[Problem requirements]
Among the entries, find the lines with the string "checkCustomer" and copy them.

Start of Data supplied

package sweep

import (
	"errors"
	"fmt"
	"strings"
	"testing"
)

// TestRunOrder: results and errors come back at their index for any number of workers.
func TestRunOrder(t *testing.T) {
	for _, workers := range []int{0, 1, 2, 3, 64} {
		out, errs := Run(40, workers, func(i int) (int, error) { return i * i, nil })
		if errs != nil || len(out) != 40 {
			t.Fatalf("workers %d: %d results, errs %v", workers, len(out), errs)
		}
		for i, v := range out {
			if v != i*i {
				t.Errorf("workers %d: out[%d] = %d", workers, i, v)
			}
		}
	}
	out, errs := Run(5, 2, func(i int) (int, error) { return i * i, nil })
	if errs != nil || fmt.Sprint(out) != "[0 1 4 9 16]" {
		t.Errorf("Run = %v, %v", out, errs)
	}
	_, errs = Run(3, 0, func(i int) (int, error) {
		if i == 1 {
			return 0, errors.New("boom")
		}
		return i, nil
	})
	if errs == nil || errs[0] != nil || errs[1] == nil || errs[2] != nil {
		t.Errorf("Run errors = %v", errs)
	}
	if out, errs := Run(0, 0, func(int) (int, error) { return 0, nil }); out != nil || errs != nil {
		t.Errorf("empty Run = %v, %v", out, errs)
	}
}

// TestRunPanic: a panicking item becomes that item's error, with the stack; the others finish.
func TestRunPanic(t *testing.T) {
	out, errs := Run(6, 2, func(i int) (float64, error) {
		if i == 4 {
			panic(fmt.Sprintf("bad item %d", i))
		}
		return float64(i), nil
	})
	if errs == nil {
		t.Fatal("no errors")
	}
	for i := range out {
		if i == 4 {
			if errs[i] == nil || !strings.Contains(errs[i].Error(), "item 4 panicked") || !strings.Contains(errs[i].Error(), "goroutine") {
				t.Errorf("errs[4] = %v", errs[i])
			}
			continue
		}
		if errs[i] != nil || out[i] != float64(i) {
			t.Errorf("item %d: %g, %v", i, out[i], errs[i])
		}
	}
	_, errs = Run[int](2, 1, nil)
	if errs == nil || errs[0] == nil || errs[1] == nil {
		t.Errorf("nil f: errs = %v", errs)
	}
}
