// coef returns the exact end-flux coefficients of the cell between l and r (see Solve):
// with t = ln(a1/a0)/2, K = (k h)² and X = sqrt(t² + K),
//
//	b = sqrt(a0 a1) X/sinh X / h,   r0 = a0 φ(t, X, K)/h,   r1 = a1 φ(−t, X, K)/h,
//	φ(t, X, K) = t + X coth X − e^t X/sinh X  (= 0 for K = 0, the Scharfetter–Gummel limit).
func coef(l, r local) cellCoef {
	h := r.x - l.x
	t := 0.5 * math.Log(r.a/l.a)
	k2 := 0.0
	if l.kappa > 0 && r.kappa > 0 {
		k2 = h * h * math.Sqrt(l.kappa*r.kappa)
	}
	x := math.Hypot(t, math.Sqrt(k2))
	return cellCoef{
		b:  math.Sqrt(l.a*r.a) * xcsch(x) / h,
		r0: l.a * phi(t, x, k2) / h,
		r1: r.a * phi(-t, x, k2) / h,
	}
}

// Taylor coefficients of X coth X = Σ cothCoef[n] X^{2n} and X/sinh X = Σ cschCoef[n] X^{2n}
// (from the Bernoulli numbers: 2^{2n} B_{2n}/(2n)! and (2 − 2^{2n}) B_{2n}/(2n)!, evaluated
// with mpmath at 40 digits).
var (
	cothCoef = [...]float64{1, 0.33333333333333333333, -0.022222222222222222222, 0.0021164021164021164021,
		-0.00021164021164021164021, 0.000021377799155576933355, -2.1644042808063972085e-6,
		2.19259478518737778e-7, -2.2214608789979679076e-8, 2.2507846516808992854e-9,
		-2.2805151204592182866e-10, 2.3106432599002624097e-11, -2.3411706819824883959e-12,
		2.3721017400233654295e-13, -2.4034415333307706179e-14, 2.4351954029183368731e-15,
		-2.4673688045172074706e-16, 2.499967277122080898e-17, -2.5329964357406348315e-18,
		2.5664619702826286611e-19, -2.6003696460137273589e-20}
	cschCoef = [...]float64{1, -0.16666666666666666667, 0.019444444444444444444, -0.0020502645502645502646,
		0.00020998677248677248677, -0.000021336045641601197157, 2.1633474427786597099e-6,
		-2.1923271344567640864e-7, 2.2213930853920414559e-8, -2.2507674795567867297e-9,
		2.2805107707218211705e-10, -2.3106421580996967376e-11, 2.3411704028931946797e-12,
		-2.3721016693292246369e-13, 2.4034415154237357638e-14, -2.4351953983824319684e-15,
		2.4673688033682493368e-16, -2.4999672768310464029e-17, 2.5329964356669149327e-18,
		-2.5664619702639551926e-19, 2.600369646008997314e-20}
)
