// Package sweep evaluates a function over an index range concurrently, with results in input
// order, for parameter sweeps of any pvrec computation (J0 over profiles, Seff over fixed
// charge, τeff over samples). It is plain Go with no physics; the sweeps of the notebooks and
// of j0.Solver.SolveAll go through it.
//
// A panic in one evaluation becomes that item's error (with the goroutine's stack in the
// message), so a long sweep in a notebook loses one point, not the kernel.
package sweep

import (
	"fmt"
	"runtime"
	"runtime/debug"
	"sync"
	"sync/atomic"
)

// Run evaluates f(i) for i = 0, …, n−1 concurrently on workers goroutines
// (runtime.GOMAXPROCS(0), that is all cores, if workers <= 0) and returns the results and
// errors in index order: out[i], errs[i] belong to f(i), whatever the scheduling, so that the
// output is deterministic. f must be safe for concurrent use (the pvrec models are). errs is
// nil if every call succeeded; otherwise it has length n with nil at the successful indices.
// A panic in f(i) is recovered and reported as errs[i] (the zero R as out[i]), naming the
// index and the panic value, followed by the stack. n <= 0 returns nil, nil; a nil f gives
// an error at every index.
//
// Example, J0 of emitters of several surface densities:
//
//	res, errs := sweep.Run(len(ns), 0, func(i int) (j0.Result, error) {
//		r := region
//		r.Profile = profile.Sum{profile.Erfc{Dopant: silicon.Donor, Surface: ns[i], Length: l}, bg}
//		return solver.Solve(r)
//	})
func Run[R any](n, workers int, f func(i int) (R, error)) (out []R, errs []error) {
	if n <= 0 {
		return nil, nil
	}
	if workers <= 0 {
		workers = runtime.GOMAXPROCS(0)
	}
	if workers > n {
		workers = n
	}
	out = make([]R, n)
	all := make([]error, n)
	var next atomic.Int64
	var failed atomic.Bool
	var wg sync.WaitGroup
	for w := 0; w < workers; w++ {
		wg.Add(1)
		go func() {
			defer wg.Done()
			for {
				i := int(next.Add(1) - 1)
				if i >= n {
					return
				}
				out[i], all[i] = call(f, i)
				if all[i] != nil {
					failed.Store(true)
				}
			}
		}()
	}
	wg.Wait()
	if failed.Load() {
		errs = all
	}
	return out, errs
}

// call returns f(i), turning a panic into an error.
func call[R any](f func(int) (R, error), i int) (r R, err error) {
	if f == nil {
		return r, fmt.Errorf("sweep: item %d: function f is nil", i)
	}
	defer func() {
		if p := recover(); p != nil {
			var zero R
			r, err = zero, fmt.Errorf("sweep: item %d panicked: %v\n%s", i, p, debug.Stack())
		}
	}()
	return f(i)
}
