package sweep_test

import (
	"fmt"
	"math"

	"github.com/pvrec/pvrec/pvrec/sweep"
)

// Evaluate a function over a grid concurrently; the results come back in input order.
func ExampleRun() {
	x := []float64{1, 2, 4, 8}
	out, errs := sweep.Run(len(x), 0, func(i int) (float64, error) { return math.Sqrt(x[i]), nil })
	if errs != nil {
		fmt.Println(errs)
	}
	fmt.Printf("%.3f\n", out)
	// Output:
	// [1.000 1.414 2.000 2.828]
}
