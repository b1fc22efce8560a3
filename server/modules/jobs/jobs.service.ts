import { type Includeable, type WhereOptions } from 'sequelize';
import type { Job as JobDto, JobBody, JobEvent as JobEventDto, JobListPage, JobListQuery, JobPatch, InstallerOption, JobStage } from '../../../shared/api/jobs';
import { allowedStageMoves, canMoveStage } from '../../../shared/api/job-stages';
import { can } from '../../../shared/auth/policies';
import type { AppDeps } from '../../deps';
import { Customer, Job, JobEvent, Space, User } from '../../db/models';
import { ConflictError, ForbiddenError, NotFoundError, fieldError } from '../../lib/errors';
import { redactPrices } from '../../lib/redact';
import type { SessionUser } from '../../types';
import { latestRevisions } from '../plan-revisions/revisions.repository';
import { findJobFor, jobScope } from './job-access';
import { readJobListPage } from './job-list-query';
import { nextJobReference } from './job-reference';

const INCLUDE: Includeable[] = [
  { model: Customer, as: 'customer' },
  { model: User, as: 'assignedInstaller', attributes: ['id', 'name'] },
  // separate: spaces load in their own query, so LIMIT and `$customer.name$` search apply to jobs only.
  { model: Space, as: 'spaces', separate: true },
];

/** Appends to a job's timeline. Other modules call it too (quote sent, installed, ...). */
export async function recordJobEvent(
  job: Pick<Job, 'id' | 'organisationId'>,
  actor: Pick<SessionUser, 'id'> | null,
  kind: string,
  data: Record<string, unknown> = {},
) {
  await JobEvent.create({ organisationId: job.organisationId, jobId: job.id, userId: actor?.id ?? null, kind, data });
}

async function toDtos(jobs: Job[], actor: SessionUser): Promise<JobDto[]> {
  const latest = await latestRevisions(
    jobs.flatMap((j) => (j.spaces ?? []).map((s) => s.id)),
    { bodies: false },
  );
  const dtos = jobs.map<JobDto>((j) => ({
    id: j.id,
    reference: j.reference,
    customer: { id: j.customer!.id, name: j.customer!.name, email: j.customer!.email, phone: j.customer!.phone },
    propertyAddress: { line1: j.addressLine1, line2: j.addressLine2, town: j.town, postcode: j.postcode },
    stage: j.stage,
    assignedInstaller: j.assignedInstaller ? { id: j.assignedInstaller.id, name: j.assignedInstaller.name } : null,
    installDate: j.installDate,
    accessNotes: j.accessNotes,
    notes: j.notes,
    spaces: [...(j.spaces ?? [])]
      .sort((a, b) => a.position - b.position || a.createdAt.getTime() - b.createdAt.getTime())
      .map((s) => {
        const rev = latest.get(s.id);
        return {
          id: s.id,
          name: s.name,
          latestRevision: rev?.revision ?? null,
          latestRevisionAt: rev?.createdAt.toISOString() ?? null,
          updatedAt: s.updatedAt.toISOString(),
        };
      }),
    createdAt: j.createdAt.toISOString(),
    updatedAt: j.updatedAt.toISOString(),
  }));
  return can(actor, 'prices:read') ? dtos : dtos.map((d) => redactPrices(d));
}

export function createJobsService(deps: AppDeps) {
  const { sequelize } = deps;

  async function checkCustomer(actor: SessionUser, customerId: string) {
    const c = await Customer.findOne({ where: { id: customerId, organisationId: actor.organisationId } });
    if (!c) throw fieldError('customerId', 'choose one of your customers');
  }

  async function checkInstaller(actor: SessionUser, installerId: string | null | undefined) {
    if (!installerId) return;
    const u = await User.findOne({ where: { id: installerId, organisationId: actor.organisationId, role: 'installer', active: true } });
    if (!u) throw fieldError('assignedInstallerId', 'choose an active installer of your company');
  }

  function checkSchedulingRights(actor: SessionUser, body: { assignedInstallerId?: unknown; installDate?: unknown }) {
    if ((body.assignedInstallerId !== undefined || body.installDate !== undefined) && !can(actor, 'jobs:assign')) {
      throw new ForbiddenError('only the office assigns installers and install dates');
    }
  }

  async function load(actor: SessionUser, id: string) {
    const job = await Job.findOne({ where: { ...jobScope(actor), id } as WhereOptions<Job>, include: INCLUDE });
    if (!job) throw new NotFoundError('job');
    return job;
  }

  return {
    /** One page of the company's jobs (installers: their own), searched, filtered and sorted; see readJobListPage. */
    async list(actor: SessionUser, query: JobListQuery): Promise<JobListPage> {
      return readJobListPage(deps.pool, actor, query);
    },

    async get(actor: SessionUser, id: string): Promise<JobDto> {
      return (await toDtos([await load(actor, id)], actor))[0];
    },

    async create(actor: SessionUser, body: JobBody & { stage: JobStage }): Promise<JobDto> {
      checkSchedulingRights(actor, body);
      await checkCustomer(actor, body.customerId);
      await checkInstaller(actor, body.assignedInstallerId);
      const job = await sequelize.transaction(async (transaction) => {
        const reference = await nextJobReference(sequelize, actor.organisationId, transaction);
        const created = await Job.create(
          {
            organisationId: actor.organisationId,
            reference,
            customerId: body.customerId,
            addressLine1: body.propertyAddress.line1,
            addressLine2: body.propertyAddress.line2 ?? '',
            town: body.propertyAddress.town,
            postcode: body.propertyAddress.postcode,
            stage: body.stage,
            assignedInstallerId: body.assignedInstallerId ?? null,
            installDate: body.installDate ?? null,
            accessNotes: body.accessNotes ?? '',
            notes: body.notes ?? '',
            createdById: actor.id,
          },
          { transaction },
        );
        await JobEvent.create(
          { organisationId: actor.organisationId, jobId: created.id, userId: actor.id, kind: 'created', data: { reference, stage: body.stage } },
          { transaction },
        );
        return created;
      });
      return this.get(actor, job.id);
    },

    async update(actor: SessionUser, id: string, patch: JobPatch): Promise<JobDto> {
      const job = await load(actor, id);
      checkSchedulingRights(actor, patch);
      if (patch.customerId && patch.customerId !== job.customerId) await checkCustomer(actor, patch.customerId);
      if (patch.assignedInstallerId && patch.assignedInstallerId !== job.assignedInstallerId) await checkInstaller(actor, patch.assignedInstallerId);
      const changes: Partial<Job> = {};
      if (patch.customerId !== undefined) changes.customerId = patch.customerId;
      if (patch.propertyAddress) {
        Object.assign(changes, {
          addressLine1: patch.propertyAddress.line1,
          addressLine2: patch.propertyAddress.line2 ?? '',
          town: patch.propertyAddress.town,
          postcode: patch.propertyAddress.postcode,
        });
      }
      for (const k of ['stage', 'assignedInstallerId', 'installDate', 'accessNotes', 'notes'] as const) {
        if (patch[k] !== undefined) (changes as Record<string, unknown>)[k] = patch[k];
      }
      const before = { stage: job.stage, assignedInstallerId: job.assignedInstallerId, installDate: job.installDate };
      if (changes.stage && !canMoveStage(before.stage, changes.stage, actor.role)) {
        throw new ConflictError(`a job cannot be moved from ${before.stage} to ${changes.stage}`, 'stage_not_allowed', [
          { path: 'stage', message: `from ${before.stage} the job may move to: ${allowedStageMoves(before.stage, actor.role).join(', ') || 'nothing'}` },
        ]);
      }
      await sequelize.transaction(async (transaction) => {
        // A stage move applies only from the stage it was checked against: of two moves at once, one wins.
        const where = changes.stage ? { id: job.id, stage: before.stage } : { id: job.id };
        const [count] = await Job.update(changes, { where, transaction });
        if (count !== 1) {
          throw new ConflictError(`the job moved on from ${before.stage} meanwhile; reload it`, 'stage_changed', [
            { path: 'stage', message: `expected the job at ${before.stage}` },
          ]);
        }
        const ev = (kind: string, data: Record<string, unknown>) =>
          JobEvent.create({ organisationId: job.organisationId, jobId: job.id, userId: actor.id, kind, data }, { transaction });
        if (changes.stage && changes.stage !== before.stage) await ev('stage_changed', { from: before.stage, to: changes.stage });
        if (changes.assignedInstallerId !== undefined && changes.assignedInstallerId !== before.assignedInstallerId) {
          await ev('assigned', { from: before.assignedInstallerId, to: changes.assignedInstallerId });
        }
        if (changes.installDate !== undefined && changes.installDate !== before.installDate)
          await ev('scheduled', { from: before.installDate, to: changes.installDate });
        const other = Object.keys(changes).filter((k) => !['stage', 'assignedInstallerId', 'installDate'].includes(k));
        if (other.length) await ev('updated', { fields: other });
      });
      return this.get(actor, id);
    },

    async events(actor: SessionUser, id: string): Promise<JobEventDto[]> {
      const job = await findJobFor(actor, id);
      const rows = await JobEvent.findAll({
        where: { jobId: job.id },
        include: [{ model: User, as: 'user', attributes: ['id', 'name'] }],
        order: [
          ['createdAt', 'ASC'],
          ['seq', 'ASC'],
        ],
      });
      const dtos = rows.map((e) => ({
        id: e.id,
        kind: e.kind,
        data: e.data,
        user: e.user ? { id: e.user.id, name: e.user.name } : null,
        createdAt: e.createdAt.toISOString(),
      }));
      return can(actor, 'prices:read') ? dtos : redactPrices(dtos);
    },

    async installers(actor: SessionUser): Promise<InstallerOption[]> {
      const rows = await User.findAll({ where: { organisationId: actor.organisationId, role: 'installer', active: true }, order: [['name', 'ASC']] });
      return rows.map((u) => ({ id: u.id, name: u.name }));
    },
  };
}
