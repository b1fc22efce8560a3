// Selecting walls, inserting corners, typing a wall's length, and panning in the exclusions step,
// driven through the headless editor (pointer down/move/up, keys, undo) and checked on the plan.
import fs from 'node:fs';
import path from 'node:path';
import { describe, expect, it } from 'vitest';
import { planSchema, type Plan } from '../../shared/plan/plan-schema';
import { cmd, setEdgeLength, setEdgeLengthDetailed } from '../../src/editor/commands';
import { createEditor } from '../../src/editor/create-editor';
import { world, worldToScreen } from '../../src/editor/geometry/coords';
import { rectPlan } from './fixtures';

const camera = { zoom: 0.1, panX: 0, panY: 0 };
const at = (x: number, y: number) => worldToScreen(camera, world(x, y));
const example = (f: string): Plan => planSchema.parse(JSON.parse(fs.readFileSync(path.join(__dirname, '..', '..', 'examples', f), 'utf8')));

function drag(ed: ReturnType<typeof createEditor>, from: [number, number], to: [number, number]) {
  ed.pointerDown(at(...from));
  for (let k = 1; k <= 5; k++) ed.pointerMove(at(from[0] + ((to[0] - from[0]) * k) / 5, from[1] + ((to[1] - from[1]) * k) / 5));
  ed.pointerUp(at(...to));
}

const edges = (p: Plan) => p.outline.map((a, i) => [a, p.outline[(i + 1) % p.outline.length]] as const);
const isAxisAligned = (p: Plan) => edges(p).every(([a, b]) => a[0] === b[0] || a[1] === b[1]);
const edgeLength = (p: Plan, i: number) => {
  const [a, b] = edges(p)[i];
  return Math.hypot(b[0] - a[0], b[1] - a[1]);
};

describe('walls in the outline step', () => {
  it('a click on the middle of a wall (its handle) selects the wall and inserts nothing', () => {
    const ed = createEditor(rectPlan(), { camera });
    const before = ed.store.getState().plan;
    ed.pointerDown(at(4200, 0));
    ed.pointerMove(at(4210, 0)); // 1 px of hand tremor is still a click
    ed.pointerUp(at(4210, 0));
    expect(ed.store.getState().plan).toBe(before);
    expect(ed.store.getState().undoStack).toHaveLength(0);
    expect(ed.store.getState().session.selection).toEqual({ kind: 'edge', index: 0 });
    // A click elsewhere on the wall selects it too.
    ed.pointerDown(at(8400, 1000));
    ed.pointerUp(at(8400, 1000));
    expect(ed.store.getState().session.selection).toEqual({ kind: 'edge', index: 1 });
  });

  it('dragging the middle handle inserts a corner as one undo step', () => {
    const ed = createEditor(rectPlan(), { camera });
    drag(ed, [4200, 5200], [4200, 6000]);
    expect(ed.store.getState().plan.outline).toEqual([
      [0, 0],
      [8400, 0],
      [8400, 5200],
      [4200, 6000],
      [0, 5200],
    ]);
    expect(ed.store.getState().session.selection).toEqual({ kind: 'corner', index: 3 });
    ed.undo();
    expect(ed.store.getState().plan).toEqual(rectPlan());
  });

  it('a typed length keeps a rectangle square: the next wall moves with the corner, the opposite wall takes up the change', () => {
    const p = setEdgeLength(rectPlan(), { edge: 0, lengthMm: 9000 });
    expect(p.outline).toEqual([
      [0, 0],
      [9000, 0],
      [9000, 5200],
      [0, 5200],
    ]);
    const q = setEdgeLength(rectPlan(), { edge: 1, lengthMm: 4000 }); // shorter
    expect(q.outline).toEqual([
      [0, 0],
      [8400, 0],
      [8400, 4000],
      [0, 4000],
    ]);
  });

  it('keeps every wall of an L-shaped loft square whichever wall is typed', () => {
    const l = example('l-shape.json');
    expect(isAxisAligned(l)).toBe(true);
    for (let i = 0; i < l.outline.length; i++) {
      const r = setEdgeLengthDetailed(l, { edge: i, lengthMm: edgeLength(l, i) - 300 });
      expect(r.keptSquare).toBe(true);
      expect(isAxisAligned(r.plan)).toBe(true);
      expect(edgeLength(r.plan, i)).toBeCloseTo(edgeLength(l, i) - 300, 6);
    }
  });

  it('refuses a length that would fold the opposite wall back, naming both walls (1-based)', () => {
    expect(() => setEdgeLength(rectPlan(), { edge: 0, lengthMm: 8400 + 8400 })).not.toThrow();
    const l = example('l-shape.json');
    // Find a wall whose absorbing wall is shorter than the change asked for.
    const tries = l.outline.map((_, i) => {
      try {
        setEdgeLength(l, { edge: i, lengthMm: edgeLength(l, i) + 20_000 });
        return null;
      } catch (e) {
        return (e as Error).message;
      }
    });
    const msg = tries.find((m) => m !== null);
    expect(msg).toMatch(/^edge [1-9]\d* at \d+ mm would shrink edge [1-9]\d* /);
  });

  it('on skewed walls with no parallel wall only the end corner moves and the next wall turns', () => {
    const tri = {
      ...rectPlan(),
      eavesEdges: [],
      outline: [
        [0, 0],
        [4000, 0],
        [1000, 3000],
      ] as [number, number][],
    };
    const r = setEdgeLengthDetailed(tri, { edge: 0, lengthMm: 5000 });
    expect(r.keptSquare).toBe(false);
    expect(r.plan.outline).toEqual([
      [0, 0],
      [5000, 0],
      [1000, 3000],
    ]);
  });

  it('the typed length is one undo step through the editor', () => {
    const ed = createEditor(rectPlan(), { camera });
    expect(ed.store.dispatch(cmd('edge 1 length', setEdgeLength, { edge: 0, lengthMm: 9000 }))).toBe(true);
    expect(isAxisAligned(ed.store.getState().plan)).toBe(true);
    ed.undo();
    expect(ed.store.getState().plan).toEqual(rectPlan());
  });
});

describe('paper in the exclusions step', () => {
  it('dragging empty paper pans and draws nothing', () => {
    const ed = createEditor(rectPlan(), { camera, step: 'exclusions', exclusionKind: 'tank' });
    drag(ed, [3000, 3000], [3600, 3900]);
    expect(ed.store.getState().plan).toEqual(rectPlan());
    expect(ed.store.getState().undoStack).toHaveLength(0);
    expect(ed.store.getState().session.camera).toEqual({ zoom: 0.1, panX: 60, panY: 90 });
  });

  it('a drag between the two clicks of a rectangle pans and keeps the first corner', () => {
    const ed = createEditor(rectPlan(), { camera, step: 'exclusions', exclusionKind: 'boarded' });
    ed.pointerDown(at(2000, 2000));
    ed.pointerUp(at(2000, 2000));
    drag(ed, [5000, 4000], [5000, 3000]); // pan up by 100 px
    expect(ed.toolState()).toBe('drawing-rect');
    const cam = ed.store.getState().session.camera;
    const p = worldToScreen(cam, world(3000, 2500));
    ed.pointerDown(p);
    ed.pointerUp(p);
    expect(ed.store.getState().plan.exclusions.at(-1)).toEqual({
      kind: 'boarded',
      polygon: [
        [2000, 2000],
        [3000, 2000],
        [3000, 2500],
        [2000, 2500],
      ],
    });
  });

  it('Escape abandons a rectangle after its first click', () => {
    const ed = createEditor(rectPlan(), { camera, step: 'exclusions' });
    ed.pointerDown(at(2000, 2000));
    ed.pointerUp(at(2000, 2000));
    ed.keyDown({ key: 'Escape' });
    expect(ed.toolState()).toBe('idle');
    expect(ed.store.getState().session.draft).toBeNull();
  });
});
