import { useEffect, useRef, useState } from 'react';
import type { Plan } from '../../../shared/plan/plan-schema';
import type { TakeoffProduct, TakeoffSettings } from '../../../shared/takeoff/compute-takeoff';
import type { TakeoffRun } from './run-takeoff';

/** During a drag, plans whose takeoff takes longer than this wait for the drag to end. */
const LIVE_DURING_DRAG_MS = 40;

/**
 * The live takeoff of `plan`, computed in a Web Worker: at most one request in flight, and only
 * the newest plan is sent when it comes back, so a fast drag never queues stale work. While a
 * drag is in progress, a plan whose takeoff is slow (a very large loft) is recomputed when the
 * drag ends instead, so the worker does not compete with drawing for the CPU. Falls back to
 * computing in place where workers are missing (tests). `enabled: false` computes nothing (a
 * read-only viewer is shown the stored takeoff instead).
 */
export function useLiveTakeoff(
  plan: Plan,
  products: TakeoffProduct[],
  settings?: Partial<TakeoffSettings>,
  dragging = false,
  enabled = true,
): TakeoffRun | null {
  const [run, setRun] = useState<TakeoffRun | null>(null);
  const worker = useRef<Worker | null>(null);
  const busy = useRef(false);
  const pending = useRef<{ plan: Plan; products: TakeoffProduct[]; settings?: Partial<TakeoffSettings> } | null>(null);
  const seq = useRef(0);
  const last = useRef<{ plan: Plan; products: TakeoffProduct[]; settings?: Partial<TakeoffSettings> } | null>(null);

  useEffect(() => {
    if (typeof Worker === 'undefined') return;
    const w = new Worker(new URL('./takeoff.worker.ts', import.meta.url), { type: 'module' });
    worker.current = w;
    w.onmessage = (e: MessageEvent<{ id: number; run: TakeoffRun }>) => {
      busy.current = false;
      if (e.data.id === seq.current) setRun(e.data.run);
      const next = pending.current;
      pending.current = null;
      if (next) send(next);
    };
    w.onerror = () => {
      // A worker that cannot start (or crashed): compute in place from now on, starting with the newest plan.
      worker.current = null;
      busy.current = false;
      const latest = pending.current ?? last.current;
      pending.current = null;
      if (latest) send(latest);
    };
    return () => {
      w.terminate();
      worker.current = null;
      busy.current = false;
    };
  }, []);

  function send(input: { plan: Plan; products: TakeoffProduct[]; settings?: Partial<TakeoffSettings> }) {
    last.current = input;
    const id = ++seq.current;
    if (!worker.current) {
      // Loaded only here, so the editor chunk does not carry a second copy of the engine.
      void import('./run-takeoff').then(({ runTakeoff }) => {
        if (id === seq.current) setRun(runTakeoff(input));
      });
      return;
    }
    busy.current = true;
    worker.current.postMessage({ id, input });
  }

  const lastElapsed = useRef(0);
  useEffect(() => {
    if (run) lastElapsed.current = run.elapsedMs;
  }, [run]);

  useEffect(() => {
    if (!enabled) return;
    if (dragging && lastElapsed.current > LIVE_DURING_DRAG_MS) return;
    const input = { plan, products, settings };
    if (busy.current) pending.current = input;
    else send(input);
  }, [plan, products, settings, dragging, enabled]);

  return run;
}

End of Data supplied

[Solution to this exercise]
  async function checkCustomer(actor: SessionUser, customerId: string) {
      await checkCustomer(actor, body.customerId);
      if (patch.customerId && patch.customerId !== job.customerId) await checkCustomer(actor, patch.customerId);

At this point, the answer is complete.